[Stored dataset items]
Content starts
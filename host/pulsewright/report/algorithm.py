"""A part's algorithm in words: the flow chart of the data sheet as numbered steps."""

from __future__ import annotations

from collections.abc import Iterator, Sequence

from pulsewright.chip.model import (
    Cycle,
    Definition,
    EachStep,
    EveryWord,
    ExpectStep,
    LoadStep,
    Method,
    ModeStep,
    PollStep,
    PulseStep,
    RepeatStep,
    Step,
    WaitStep,
    WriteStep,
)
from pulsewright.units import show_address, show_mv, show_ps


def _word(definition: Definition, value: str | int) -> str:
    if isinstance(value, str):
        return "the image's word" if value == "image" else value
    return f"{value:0{definition.width // 4}X}"


def _supplies(definition: Definition, mode: str) -> str:
    row = definition.modes[mode]
    raised = [
        f"{pin} at {show_mv(definition.supplies[level].typ_mv)}"
        for pin, level in row.levels.items()
        if pin != "VCC" and level in definition.supplies
    ]
    vcc = definition.supplies.get(row.vcc)
    return ", ".join([f"VCC {show_mv(vcc.typ_mv)}" if vcc is not None else "VCC as it is", *raised])


def _time(definition: Definition, name: str) -> str:
    window = definition.timing[name]
    limits = [
        f"{word} {show_ps(limit)}"
        for word, limit in (("at least", window.min_ps), ("at most", window.max_ps))
        if limit is not None
    ]
    typ = f"{show_ps(window.typ_ps)} " if window.typ_ps is not None else ""
    return f"{typ}({name}: {', '.join(limits)})"


def _until(definition: Definition, until: EveryWord) -> str:
    vcc = _supplies(definition, until.mode)
    return f"until every word reads {_word(definition, until.is_)} in mode {until.mode} ({vcc})"


def cycles_text(definition: Definition, cycles: Sequence[Cycle]) -> str:
    """Bus write cycles as "AA at 5555, 55 at 2AAA, the image's word at its address"."""
    return ", ".join(
        "the image's word at its address"
        if cycle.at is None or cycle.word is None
        else f"{_word(definition, cycle.word)} at {show_address(cycle.at, definition.words)}"
        for cycle in cycles
    )


def _expect(definition: Definition, step: ExpectStep, *, in_turn: bool) -> str:
    word = _word(definition, step.value)
    if step.else_:
        return f"read D; where it is not {word}:"
    return f"read D; done when it is {word}" if in_turn else f"read D; it must be {word}"


def _sentence(definition: Definition, step: Step, *, in_turn: bool) -> str:
    match step:
        case ModeStep(mode=mode, data=data):
            given = f", D = {_word(definition, data)}" if data is not None else ""
            return f"mode {mode} ({_supplies(definition, mode)}){given}"
        case WaitStep(timing=timing, ps=ps):
            return f"wait at least {show_ps(ps)}" + (f" ({timing})" if timing else "")
        case PulseStep(pin=pin, to=to, timing=timing):
            return f"pulse {pin} to {to} for {_time(definition, timing)}"
        case ExpectStep():
            return _expect(definition, step, in_turn=in_turn)
        case WriteStep(cycles=cycles, command=command):
            return f"write {cycles_text(definition, cycles)}" + (f" ({command})" if command else "")
        case LoadStep():
            gap = definition.write.gap if definition.write is not None else ""
            pace = f", from one to the next {_time(definition, gap)}" if gap else ""
            return f"load the words of the page{pace}"
        case PollStep(bit=bit, mode=mode, timing=timing):
            return f"poll {bit} in mode {mode} until the part is done, within {_time(definition, timing)}"
        case RepeatStep(max=most, until=until):
            ends = _until(definition, until) if until is not None else "until it reads back"
            return f"at most {most} times, {ends}:"
        case EachStep(unit=unit):
            return f"for each {unit} to be written:"
    raise AssertionError(step)  # the type checker knows that no other step exists


def _numbered(
    definition: Definition, steps: Sequence[Step], number: str, depth: int, *, in_turn: bool = False
) -> Iterator[str]:
    for index, step in enumerate(steps, 1):
        own = f"{number}{index}"
        yield f"{'   ' * depth}{own}  {_sentence(definition, step, in_turn=in_turn)}"
        inner = step.steps if isinstance(step, RepeatStep | EachStep) else ()
        inner = step.else_ if isinstance(step, ExpectStep) else inner
        yield from _numbered(definition, inner, f"{own}.", depth + 1, in_turn=isinstance(step, RepeatStep))


def algorithm(definition: Definition, method: Method) -> list[str]:
    """The method's steps, numbered 1, 1.1, 1.1.1 as they nest; its `finally` steps at the end."""
    lines = list(_numbered(definition, method.steps, "", 0))
    if method.finally_:
        lines.append("at the end, whatever happened:")
        lines += _numbered(definition, method.finally_, "", 1)
    return lines
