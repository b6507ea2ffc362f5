"""A program under construction: ops with their origins, waits that add up, and what stands at the pins."""

from __future__ import annotations

from collections.abc import Iterator, Mapping
from contextlib import contextmanager
from dataclasses import dataclass, field, replace
from typing import Any

from pulsewright.chip.model import Definition
from pulsewright.errors import CannotMake, Where
from pulsewright.rig.model import RailStep, Rig
from pulsewright.sequence.pinmap import PinMap
from pulsewright.sequence.types import Origin
from pulsewright.units import Rounding, ticks
from pulsewright.wire.ops import Header, Instruction, Label, assemble, ins, line_byte
from pulsewright.wire.tables import Fail, Level, Op

US = 10**6  # picoseconds


@dataclass
class PinState:
    """What the compiler knows to stand at the pins at this point of the program."""

    lines: dict[str, Level] = field(default_factory=dict)
    data: str = "Z"  # "Z" released, "driven"
    outputs: bool = False  # the chip may drive D
    switches: int = 0
    vcc: RailStep | None = None
    raised: RailStep | None = None
    raised_low: int = 0  # counts of the window in which the raised rail was measured last
    raised_high: int = 0
    high_driven: bool = False
    mode: str = ""
    levels: dict[str, str] = field(default_factory=dict)  # raised pin -> supply step it stands at
    addressed: bool = False  # the address lines carry the word in hand
    written: bool = False  # a bus write may still be open: the part waits for more loads


Fork = tuple[PinState, int, int]  # what stood at a place, the settling still due there, and what was waited since


class Builder:
    """Collects ops. `part` and `where` go with each op into its Origin."""

    def __init__(self, definition: Definition, rig: Rig) -> None:
        self.definition = definition
        self.rig = rig
        self.pins = PinMap(definition, rig)
        self.state = PinState()
        self.items: list[tuple[Instruction | Label, Origin]] = []
        self.depth = 0
        self.vcc_looks: list[tuple[int, int]] = []  # index in `items` of each look at full VCC, its rail step
        self._part = "seating"
        self._text = ""
        self._where = Where()
        self._settle_ps = 0
        self._waited_ps = 0  # since the last edge: waits count from there
        self._labels = 0

    # ---- ops and their origins --------------------------------------------------------------------

    @contextmanager
    def about(self, text: str, *, part: str = "", where: Where | None = None) -> Iterator[None]:
        """Ops emitted inside carry this text, part and place."""
        kept = self._part, self._text, self._where
        self._part, self._text = part or self._part, text
        self._where = where if where is not None else self._where
        yield
        self._part, self._text, self._where = kept

    def emit(self, op: Op, **args: Any) -> None:
        """Appends an op."""
        self.items.append((ins(op, **args), Origin(0, self._part, self._text, self._where)))

    def label(self) -> Label:
        """A new label, not placed yet."""
        self._labels += 1
        return Label(f"L{self._labels}")

    def place(self, label: Label) -> None:
        """Puts a label here."""
        self.items.append((label, Origin(0, self._part, self._text, self._where)))

    def fail_unless(self, why: Fail) -> None:
        """Ends the sequence with `why` where the flag is clear."""
        good = self.label()
        self.emit(Op.BRANCH, when=1, depth=self.depth, to=good.name)
        self.emit(Op.FAIL, why=why)
        self.place(good)

    # ---- time -------------------------------------------------------------------------------------

    def edge(self, settle_ps: int = 0) -> None:
        """The op just emitted moved pins; they need `settle_ps` before any time counts."""
        self._settle_ps = max(self._settle_ps, settle_ps)
        self._waited_ps = 0

    def wait(self, ps: int) -> None:
        """At least `ps` after everything that moved has settled, and after what was waited for since."""
        more = self._settle_ps + ps
        self._settle_ps = 0
        if not more:
            return
        self._waited_ps += more
        count = ticks(self._waited_ps, Rounding.AT_LEAST)
        last = self.items[-1][0] if self.items else None
        if isinstance(last, Instruction) and last.op is Op.WAIT:
            self.items[-1] = (ins(Op.WAIT, ticks=count), self.items[-1][1])
        else:
            self.emit(Op.WAIT, ticks=count)

    # ---- paths ------------------------------------------------------------------------------------

    def fork(self) -> Fork:
        """What stands here, and what was waited: to come back to on another path."""
        state = self.state
        kept = replace(state, lines=dict(state.lines), levels=dict(state.levels))
        return kept, self._settle_ps, self._waited_ps

    def back_to(self, fork: Fork) -> None:
        """The program goes on as if only the path up to a fork had been taken."""
        state, self._settle_ps, self._waited_ps = fork
        self.state = replace(state, lines=dict(state.lines), levels=dict(state.levels))

    def join(self, fork: Fork, text: str) -> None:
        """Two paths meet: this one and that of a fork; CannotMake where the pins stand differently."""
        state, settle_ps, waited_ps = fork
        if state != self.state:
            raise CannotMake(
                f"{text}: the steps end in another state than they began in",
                wanted=f"mode {state.mode}",
                got=f"mode {self.state.mode}",
                where=self._where,
            )
        self._settle_ps, self._waited_ps = max(settle_ps, self._settle_ps), min(waited_ps, self._waited_ps)

    @property
    def line_settle_ps(self) -> int:
        """How long a line needs to its level, whichever way, as H is made now and at this VCC."""
        if self.state.high_driven:
            return max(self.rig.driven_rise_ps, self.rig.line_fall_ps)
        step = self.state.vcc.number if self.state.vcc else 0
        return max(self.rig.released_rise_ps.get(step, 0), self.rig.line_fall_ps)

    def access_ps(self, mode: str) -> int:
        """Longest time from a settled address or enable to valid data in a mode."""
        named = self.definition.modes[mode].access
        names = (named,) if named else ("tACC", "tCE", "tOE")
        times = [self.definition.timing[name].max_ps for name in names if name in self.definition.timing]
        return max((time for time in times if time is not None), default=0)

    def timing_min_ps(self, name: str) -> int:
        """The minimum of a timing parameter, 0 where there is none."""
        window = self.definition.timing.get(name)
        return window.min_ps or 0 if window else 0

    def timing_max_ps(self, name: str) -> int:
        """The maximum of a timing parameter, 0 where there is none."""
        window = self.definition.timing.get(name)
        return window.max_ps or 0 if window else 0

    # ---- lines and data ---------------------------------------------------------------------------

    def set_lines(self, levels: Mapping[str, Level]) -> None:
        """Moves the control lines that differ, as one group."""
        moved = {role: level for role, level in levels.items() if self.state.lines.get(role) != level}
        if not moved:
            return
        self.emit(Op.LINES, lines=bytes(line_byte(self.pins.line(role), level) for role, level in moved.items()))
        self.state.lines.update(moved)
        self.edge(self.line_settle_ps)

    def address(self, at: int) -> None:
        """Address lines to a constant."""
        self.emit(Op.ADDRESS, at=at)
        self.edge(self.line_settle_ps)
        self.state.addressed = False

    def address_word(self) -> None:
        """Address lines to the word in hand, if they do not carry it already."""
        if not self.state.addressed:
            self.emit(Op.ADDRESS_WORD)
            self.edge(self.line_settle_ps)
            self.state.addressed = True

    def release(self) -> None:
        """Data released, if it was driven."""
        if self.state.data != "Z":
            self.emit(Op.RELEASE)
            self.edge()
            self.state.data = "Z"

    # ---- the end ----------------------------------------------------------------------------------

    def assemble(self, header: Header) -> tuple[bytes, tuple[Origin, ...]]:
        """The encoded program and its origins with their byte offsets."""
        code, offsets = assemble(header, [item for item, _ in self.items])
        bare = [origin for item, origin in self.items if isinstance(item, Instruction)]
        origins = [Origin(at, o.part, o.text, o.where) for at, o in zip(offsets, bare, strict=True)]
        return code, tuple(origins)
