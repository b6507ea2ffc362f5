"""What a sequence is permitted: made from the definition and the rig, sealed with the program's CRC-32."""

from __future__ import annotations

import zlib
from collections.abc import Iterable, Iterator

from pulsewright.chip.model import (
    Definition,
    EachStep,
    ExpectStep,
    Mode,
    ModeStep,
    PulseStep,
    RepeatStep,
    Step,
)
from pulsewright.rig.model import RailStep, Rig
from pulsewright.sequence.build import Builder
from pulsewright.sequence.identity import wanted_ids
from pulsewright.sequence.levels import choose_raised, top_mv
from pulsewright.sequence.modes import raised_steps
from pulsewright.sequence.pinmap import PinMap
from pulsewright.units import Rounding, ticks
from pulsewright.wire.permit import NO_SWITCH, Permit, VccStep
from pulsewright.wire.tables import Identity, Level

_RAISED_VCC_MV = 5_500  # VCC above this is a raised level


def _ceilings(b: Builder, modes: Iterable[str]) -> dict[int, int]:
    """Raised switch -> highest count any of these modes allows there."""
    ceilings: dict[int, int] = {}
    for name in modes:
        for pin, step in raised_steps(b, b.definition.modes[name]).items():
            switch = b.pins.switch(pin)
            count = switch.scaling.count_at_most(top_mv(b.definition, b.rig, pin, step))
            ceilings[switch.number] = max(count, ceilings.get(switch.number, 0))
    return ceilings


def vcc_windows(definition: Definition, rig: Rig, used: Iterable[tuple[str, RailStep]]) -> tuple[VccStep, ...]:
    """Each VCC rail step in use with the tightest window of the supply steps that use it."""
    windows: dict[int, tuple[int, int]] = {}
    for name, rail_step in used:
        step = definition.supplies[name]
        low, high = rig.socket_vcc.count_at_least(step.min_mv), rig.socket_vcc.count_at_most(step.max_mv)
        seen = windows.get(rail_step.number, (low, high))
        windows[rail_step.number] = max(low, seen[0]), min(high, seen[1])
    settle = ticks(rig.vcc.settle_ps, Rounding.AT_LEAST)
    return tuple(VccStep(number, low, high, settle) for number, (low, high) in sorted(windows.items()))


def _drives(definition: Definition, pins: PinMap) -> tuple[bytes, ...]:
    """Every control-line pattern of the mode table in which the chip drives D."""
    patterns = {pins.enabling(mode) for mode in definition.modes.values() if mode.data == "out"}
    return tuple(sorted(patterns))


def _pulsed(steps: Iterable[Step]) -> Iterator[tuple[str, PulseStep]]:
    """Each pulse step with the mode in which it comes."""
    mode = ""
    for step in steps:
        if isinstance(step, ModeStep):
            mode = step.mode
        elif isinstance(step, PulseStep):
            yield mode, step
        elif isinstance(step, RepeatStep | EachStep):
            yield from _pulsed(step.steps)
        elif isinstance(step, ExpectStep):
            yield from _pulsed(step.else_)


def _safe_mode(definition: Definition, pins: PinMap, modes: list[str]) -> Mode:
    """Standby; where that would be a pulse while a raised level still falls, the mode named inhibit."""
    standby = definition.modes["standby"]
    idle = pins.control_levels(standby)
    for method in (definition.program, definition.erase):
        for name, pulse in _pulsed(method.steps if method is not None else ()):
            if name not in modes or name not in definition.modes:
                continue
            row = pins.control_levels(definition.modes[name])
            row[pulse.pin] = Level.LOW if pulse.to == "L" else Level.HIGH
            if all(idle.get(role, level) == level for role, level in row.items()):
                return definition.modes.get("inhibit", standby)
    return standby


def make_permit(
    b: Builder, modes: Iterable[str], vcc_used: Iterable[tuple[str, RailStep]], code: bytes, self_timed: int = 0
) -> Permit:
    """The permit of a finished program that goes past the gate to raised `modes` and uses these steps of VCC.

    `self_timed`: ticks for which the part may be at work by itself when the program ends.
    """
    modes, vcc_used = list(modes), list(vcc_used)
    definition, rig = b.definition, b.rig
    switch, step, ceiling = NO_SWITCH, 0, 0
    over_vcc = any(definition.supplies[name].max_mv > _RAISED_VCC_MV for name, _ in vcc_used)
    identity = Identity.VOUCHED_NONE if modes or over_vcc else Identity.NONE
    if definition.identify == "command":
        identity = Identity.WANTED
    elif definition.identify == "mode":
        identity = Identity.WANTED
        wanted = raised_steps(b, definition.modes[definition.identify_mode])
        pin, supply = next(iter(wanted.items()))
        switch = b.pins.switch(pin).number
        step = choose_raised(definition, rig, wanted).number
        ceiling = b.pins.switch(pin).scaling.count_at_most(top_mv(definition, rig, pin, supply))
    return Permit(
        identity=identity,
        alternatives=tuple(tuple((cell.at, cell.is_) for cell in ids) for ids in wanted_ids(definition)),
        identify_switch=switch,
        identify_step=step,
        identify_ceiling=ceiling,
        raised=tuple(sorted(_ceilings(b, modes).items())),
        vcc=vcc_windows(definition, rig, vcc_used),
        vcc_to=b.pins.vcc_mask,
        drives=_drives(definition, b.pins),
        safe=b.pins.pattern(_safe_mode(definition, b.pins, modes)),
        self_timed=self_timed,
        crc32=zlib.crc32(code),
    )
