"""Puts a fused op where a run of primitives equals its expansion, to the last argument; else leaves them."""

from __future__ import annotations

from typing import Any

from pulsewright.sequence.types import Origin
from pulsewright.wire.expand import expand
from pulsewright.wire.ops import Instruction, Label, ins
from pulsewright.wire.tables import Op

Item = Instruction | Label


def _shape(items: list[Item]) -> list[tuple[Any, ...]]:
    """Items with labels numbered by their first appearance, so that two runs can be compared."""
    numbers: dict[str, int] = {}

    def number(name: str) -> int:
        return numbers.setdefault(name, len(numbers))

    shape: list[tuple[Any, ...]] = []
    for item in items:
        if isinstance(item, Label):
            shape.append(("label", number(item.name)))
            continue
        args = dict(item.args)
        if isinstance(args.get("to"), str):
            args["to"] = number(args["to"])
        shape.append((item.op, tuple(args.items())))
    return shape


def _pulse_verify(items: list[Item]) -> Instruction | None:
    """The fused op with the arguments these primitives would have; None where the kinds of op already differ."""
    ops = [item for item in items if isinstance(item, Instruction)]
    by_op: dict[Op, list[Instruction]] = {}
    for op in ops:
        by_op.setdefault(op.op, []).append(op)
    waits = [op.args["ticks"] for op in by_op.get(Op.WAIT, [])]
    switches = by_op.get(Op.SWITCHES, [])
    lines = by_op.get(Op.LINES, [])
    if len(by_op.get(Op.PULSE, [])) != 1 or len(lines) != 2 or Op.LOOP not in by_op or len(switches) not in (0, 2):
        return None
    if len(waits) != (6 if switches else 5):
        return None
    if not switches:
        waits.insert(2, 0)
    pulse = by_op[Op.PULSE][0]
    return ins(
        Op.PULSE_VERIFY,
        tries=by_op[Op.LOOP][0].args["count"],
        switches=switches[0].args["on"] if switches else 0,
        setup=waits[0],
        line=pulse.args["line"],
        width=pulse.args["width"],
        max=pulse.args["max"],
        hold=waits[1],
        fall=waits[2],
        recover=waits[3],
        enable=lines[0].args["lines"],
        access=waits[4],
        disable=lines[1].args["lines"],
        float=waits[5],
        factor=0,
        over_max=0,
    )


def _end_of_run(items: list[tuple[Item, Origin]], start: int) -> int:
    """Index behind the block loop that begins at `start`, its closing label included."""
    end = start
    while not (isinstance(items[end][0], Instruction) and items[end][0].op is Op.NEXT_BLOCK):  # type: ignore[union-attr]  # narrowed just before
        end += 1
    return end + 2


def fuse(items: list[tuple[Item, Origin]]) -> list[tuple[Item, Origin]]:
    """The same program with each word loop that equals `pulse_verify`'s expansion replaced by that op."""
    fused: list[tuple[Item, Origin]] = []
    at = 0
    while at < len(items):
        item, origin = items[at]
        if isinstance(item, Instruction) and item.op is Op.EACH_BLOCK:
            end = _end_of_run(items, at)
            run = [each for each, _ in items[at:end]]
            candidate = _pulse_verify(run)
            if candidate is not None and _shape(expand(candidate, 0)) == _shape(run):
                fused.append((candidate, origin))
                at = end
                continue
        fused.append((item, origin))
        at += 1
    return fused
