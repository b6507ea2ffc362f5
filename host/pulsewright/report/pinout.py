"""The connection diagram of a part in the data sheet's form, as text: the package from above, pins round it, and which
position of the rig's site each pin meets.
"""

from __future__ import annotations

from pulsewright.chip.model import PACKAGE_PINS, Definition
from pulsewright.rig.model import Rig

_BODY = 15  # characters between the two rows of pins


def pin_name(definition: Definition, pin: int) -> str:
    """What a data sheet writes at the pin: "A9", "OE/VPP" where a mode puts VPP there, "NC" where no role names it."""
    role = definition.role_of(pin)
    if not role:
        return "NC"
    raised = {
        level.split(".", 1)[0]
        for mode in definition.modes.values()
        for name, level in mode.levels.items()
        if name != "VCC" and name not in definition.supplies and "." in level and pin in definition.pin_of(name)
    }
    shown = sorted(supply for supply in raised if supply == "VPP" and role != "VPP")
    return "/".join([role, *shown])


def positions_of(definition: Definition, rig: Rig) -> dict[int, int]:
    """The position of the rig's first site that each package pin meets; empty: the site does not take the package."""
    if definition.package not in rig.site.packages:
        return {}
    pins = PACKAGE_PINS[definition.package]
    return {pin: rig.site.position_of(definition.package, pin) for pin in range(1, pins + 1)}


def connection_diagram(definition: Definition, rig: Rig) -> list[str]:
    """Lines of text: package seen from above with its notch, pin names outside, pin numbers at the edge, positions."""
    pins = PACKAGE_PINS[definition.package]
    positions = positions_of(definition, rig)
    left = [pin_name(definition, pin) for pin in range(1, pins // 2 + 1)]
    width = max(len(name) for name in [*left, "signal"])
    top = "+" + "-" * ((_BODY - 3) // 2) + "\\_/" + "-" * ((_BODY - 3) // 2) + "+"
    edge = " " * (width + 15)
    lines = [
        f"{definition.package}, seen from above",
        f"{'signal':>{width}}  position  pin{' ' * (_BODY + 2)}pin  position  signal",
        f"{edge}{top}".rstrip(),
    ]
    for row in range(pins // 2):
        one, other = row + 1, pins - row
        lines.append(
            f"{left[row]:>{width}}  {positions.get(one, '-'):>8}  {one:>3}|{' ' * _BODY}|{other:<3}"
            f"  {positions.get(other, '-'):<8}  {pin_name(definition, other)}"
        )
    lines.append(f"{edge}+{'-' * _BODY}+")
    return lines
Content ends
Starting with the first line of the records above, give back each line exactly until the line with "def _until(definition: Definition, until: EveryWord)" has been given as well.

- Solution -
filename host/pulsewright/report/algorithm.py
"""A part's algorithm in words: the flow chart of the data sheet as numbered steps."""

from __future__ import annotations

from collections.abc import Iterator, Sequence

from pulsewright.chip.model import (
    Cycle,
    Definition,
    EachStep,
    EveryWord,
    ExpectStep,
    LoadStep,
    Method,
    ModeStep,
    PollStep,
    PulseStep,
    RepeatStep,
    Step,
    WaitStep,
    WriteStep,
)
from pulsewright.units import show_address, show_mv, show_ps


def _word(definition: Definition, value: str | int) -> str:
    if isinstance(value, str):
        return "the image's word" if value == "image" else value
    return f"{value:0{definition.width // 4}X}"


def _supplies(definition: Definition, mode: str) -> str:
    row = definition.modes[mode]
    raised = [
        f"{pin} at {show_mv(definition.supplies[level].typ_mv)}"
        for pin, level in row.levels.items()
        if pin != "VCC" and level in definition.supplies
    ]
    vcc = definition.supplies.get(row.vcc)
    return ", ".join([f"VCC {show_mv(vcc.typ_mv)}" if vcc is not None else "VCC as it is", *raised])


def _time(definition: Definition, name: str) -> str:
    window = definition.timing[name]
    limits = [
        f"{word} {show_ps(limit)}"
        for word, limit in (("at least", window.min_ps), ("at most", window.max_ps))
        if limit is not None
    ]
    typ = f"{show_ps(window.typ_ps)} " if window.typ_ps is not None else ""
    return f"{typ}({name}: {', '.join(limits)})"


def _until(definition: Definition, until: EveryWord) -> str:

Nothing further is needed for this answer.